For example, LOF's primary insurance policy with Aetna adopts this language of the Comprehensive General Liability Policy.
The importance of the phrase "to which this insurance applies" is reflected in the New Jersey Supreme Court opinion in Weedo v. Stone-E-Brick, Inc., 81 N.J. 233, 405 A.2d 788 (1979). Rejecting the argument that direct and consequential damages resulting from an insured's faulty workmanship were covered under a general liability policy, the court stated: "The qualifying phrase, 'to which this insurance applies' underscores the basic notion that the premium paid by the insured does not buy coverage for all property damage but only for the type of damage provided for in the policy. The limitations on coverage are set forth in the exclusion clauses of the policy, whose function it is to restrict and shape the coverage otherwise afforded." Weedo, 405 A.2d at 790. In Weedo, the insurance policy expressly stated that "this insurance does not apply (n) to property damage to the named insured's products . . . ( o) to property damage to work performed by or on behalf of the named insured." Weedo, 405 A.2d at 792. See also Federated Mutual Insurance Co. v. Concrete Units, Inc., 363 N.W.2d 751 (Minn. 1985) (interpreting policy with the phrase "property damage to which this insurance applies").
The American Home policy, however, does not follow the language of the Comprehensive General Liability Policy. In its policy, American Home agreed to indemnify LOF for all sums which LOF would become obligated to pay "because of . . . property damage, as hereinafter defined". Under the section of "Definitions", the policy states: "The term 'property damage' shall mean physical injury to physical destruction of, tangible property, including the loss of use thereof." There is no restriction in this definition regarding whose property must suffer damage in order to qualify as "property damage". Thus, unless some exclusion applies to qualify this provision, the plain language of the policy covers consequential damages arising from physical injury to any tangible property, including the property of an insured.
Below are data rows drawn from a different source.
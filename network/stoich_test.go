package network

import (
	"math"
	"math/rand/v2"
	"slices"
	"strings"
	"testing"

	"gonum.org/v1/gonum/mat"
)

// rankOf returns the numerical rank of a (gonum SVD, an outside reference).
func rankOf(a *mat.Dense) int {
	var svd mat.SVD
	if !svd.Factorize(a, mat.SVDNone) {
		panic("SVD failed")
	}
	return svd.Rank(1e-10)
}

// checkLaws verifies that every law is conserved, Σ w_i·V_i·f_i(y) = 0 at
// random states (amount balance, common practice), and that their number
// is n − rank(N) over the non-fixed species.
func checkLaws(t *testing.T, m *Model) []ConservationLaw {
	t.Helper()
	laws := m.ConservationLaws()
	s := mustCompile(t, m)
	_, _, n := m.Stoichiometry()
	var free []int
	for i, sp := range m.Species {
		if !sp.Fixed {
			free = append(free, i)
		}
	}
	rank := 0
	if n != nil && len(free) > 0 {
		sub := mat.NewDense(len(free), len(m.Reactions), nil)
		for k, i := range free {
			for j := range m.Reactions {
				sub.Set(k, j, n.At(i, j))
			}
		}
		rank = rankOf(sub)
	}
	if len(laws) != len(free)-rank {
		t.Errorf("%d laws, want n − rank = %d − %d", len(laws), len(free), rank)
	}
	rng := rand.New(rand.NewPCG(9, 9))
	f := make([]float64, s.Dim())
	for k := 0; k < 5; k++ {
		y := randomState(rng, s)
		s.RHS(0, y, f)
		for _, law := range laws {
			sum, scale := 0.0, 0.0
			for _, lt := range law.Terms {
				i, w := lt.Species, lt.Weight
				v := s.AmountVolume(s.SpeciesCompartment(i))
				sum += float64(w) * v * f[i]
				scale += math.Abs(float64(w) * v * f[i])
			}
			if math.Abs(sum) > 1e-12*(1+scale) {
				t.Errorf("law %q changes at rate %g", law.Text, sum)
			}
		}
	}
	return laws
}

func TestConservationEnzyme(t *testing.T) {
	m := &Model{
		Species: []Species{{Name: "E", Initial: 1}, {Name: "S", Initial: 10}, {Name: "ES"}, {Name: "P"}},
		Reactions: []Reaction{
			{Name: "bind", Equation: "E + S <=> ES", Rate: NewRate(MassAction, "k", Number(2), "k_reverse", Number(1))},
			{Name: "cat", Equation: "ES -> E + P", Rate: NewRate(MassAction, "k", Number(3))},
		},
	}
	laws := checkLaws(t, m)
	var texts []string
	for _, l := range laws {
		texts = append(texts, l.Text)
	}
	// Total enzyme and total substrate (textbook enzyme kinetics, common practice).
	joined := strings.Join(texts, "; ")
	if !strings.Contains(joined, "E + ES = constant") || !strings.Contains(joined, "S + ES + P = constant") {
		t.Errorf("laws %q, want E + ES and S + ES + P", joined)
	}
}

func TestConservationCompartmentsAndCoefficients(t *testing.T) {
	m := &Model{
		Compartments: []Compartment{{Name: "blood", Volume: 5}, {Name: "tissue", Volume: 0.7}},
		Species: []Species{{Name: "A", Initial: 1, Compartment: "blood"}, {Name: "A_t", Compartment: "tissue"},
			{Name: "D", Compartment: "tissue"}, {Name: "F", Initial: 1, Fixed: true}},
		Reactions: []Reaction{
			{Name: "move", Equation: "A <=> A_t", Rate: NewRate(MassAction, "k", Number(0.4), "k_reverse", Number(0.2))},
			{Name: "dimer", Equation: "2 A_t <=> D", Rate: NewRate(MassAction, "k", Number(1.5), "k_reverse", Number(0.1))},
			{Name: "feed", Equation: "F + A -> F + A", Rate: NewRate(MassAction, "k", Number(1))},
		},
	}
	laws := checkLaws(t, m)
	if len(laws) != 1 || !strings.HasPrefix(laws[0].Text, "A + A_t + 2 D = constant") {
		t.Errorf("laws %+v, want A + A_t + 2 D", laws)
	}
}

func TestConservationRandom(t *testing.T) {
	rng := rand.New(rand.NewPCG(21, 22))
	for k := 0; k < 100; k++ {
		m := randomModel(rng)
		// Conservation needs rate laws that are exactly what the
		// stoichiometry says; all laws qualify.
		checkLaws(t, m)
		if t.Failed() {
			t.Fatalf("random network %d", k)
		}
	}
}

func TestStoichiometry(t *testing.T) {
	m := &Model{Species: []Species{{Name: "A"}, {Name: "B"}, {Name: "C"}},
		Reactions: []Reaction{{Name: "r", Equation: "2 A + B -> B + 3 C"}, {Name: "q", Equation: "C <=> A"}}}
	_, _, n := m.Stoichiometry()
	want := mat.NewDense(3, 2, []float64{-2, 1, 0, 0, 3, -1})
	if !mat.Equal(n, want) {
		t.Errorf("N =\n%v\nwant\n%v", mat.Formatted(n), mat.Formatted(want))
	}
}

// TestConservationDecimalCoefficients checks laws with decimal coefficients:
// for A -> c B, the conserved total is c·A + B (the stoichiometry of the
// reaction; common practice), scaled to coprime integers.
func TestConservationDecimalCoefficients(t *testing.T) {
	for _, tc := range []struct{ eq, want string }{
		{"A -> 0.1 B", "A + 10 B = constant"},
		{"A -> 0.000001 B", "A + 1000000 B = constant"},
		{"A -> 0.3 B + 0.7 C", ""}, // two laws, basis not unique: weights checked only
	} {
		m := &Model{
			Species:   []Species{{Name: "A", Initial: 1}, {Name: "B"}, {Name: "C"}},
			Reactions: []Reaction{{Name: "r", Equation: tc.eq, Rate: NewRate(MassAction, "k", Number(1))}},
		}
		laws := checkLaws(t, m)
		var texts []string
		for _, l := range laws {
			texts = append(texts, l.Text)
			for _, lt := range l.Terms {
				i, w := lt.Species, lt.Weight
				if w > 1e6 || w < -1e6 {
					t.Errorf("%s: law %q has weight %d for %s; expected small decimal-derived weights", tc.eq, l.Text, w, m.Species[i].Name)
				}
			}
		}
		if tc.want != "" && !slices.Contains(texts, tc.want) {
			t.Errorf("%s: laws %q, want %q", tc.eq, texts, tc.want)
		}
	}
	// Weights beyond an int are left out, not truncated into a wrong law.
	m := &Model{
		Species:   []Species{{Name: "A", Initial: 1}, {Name: "B"}},
		Reactions: []Reaction{{Name: "r", Equation: "A -> 1000000000000000000000 B", Rate: NewRate(MassAction, "k", Number(1))}},
	}
	if laws := m.ConservationLaws(); len(laws) != 0 {
		t.Errorf("A -> 1e21 B: laws %+v, want none (weights do not fit an int)", laws)
	}
}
American Home argues that an exclusion does apply to qualify the definition. The two relevant exclusions are those which deny coverage for claims made against the insured "for damage to the Named Insured's products arising out of such products" and "for improper or inadequate performance, design, or specification." We conclude, however, that neither of these provisions is sufficient to exclude coverage for all consequential damages arising from physical damage to an insured's product. These provisions do exclude coverage for any damages resulting from the actual repair or replacement of an insured's product. See Todd Shipyards Corp. v. Turbine Services, Inc., 674 F.2d 401, 423 (5th Cir. 1982); Western Casualty and Surety Co. v. Polar Panel Co., 457 F.2d 957, 960 (8th Cir. 1972); Eastern Foundation Co. v. Creswell, 475 F.2d 351, 354 (D.C. Cir. 1973). Thus, in this case, the policy would expressly exclude coverage for any costs associated with the repair and replacement of LOF's product, its BVT windows. The exclusions do not, however, expressly exclude coverage of any further consequential losses that may result from the breakage of LOF's products.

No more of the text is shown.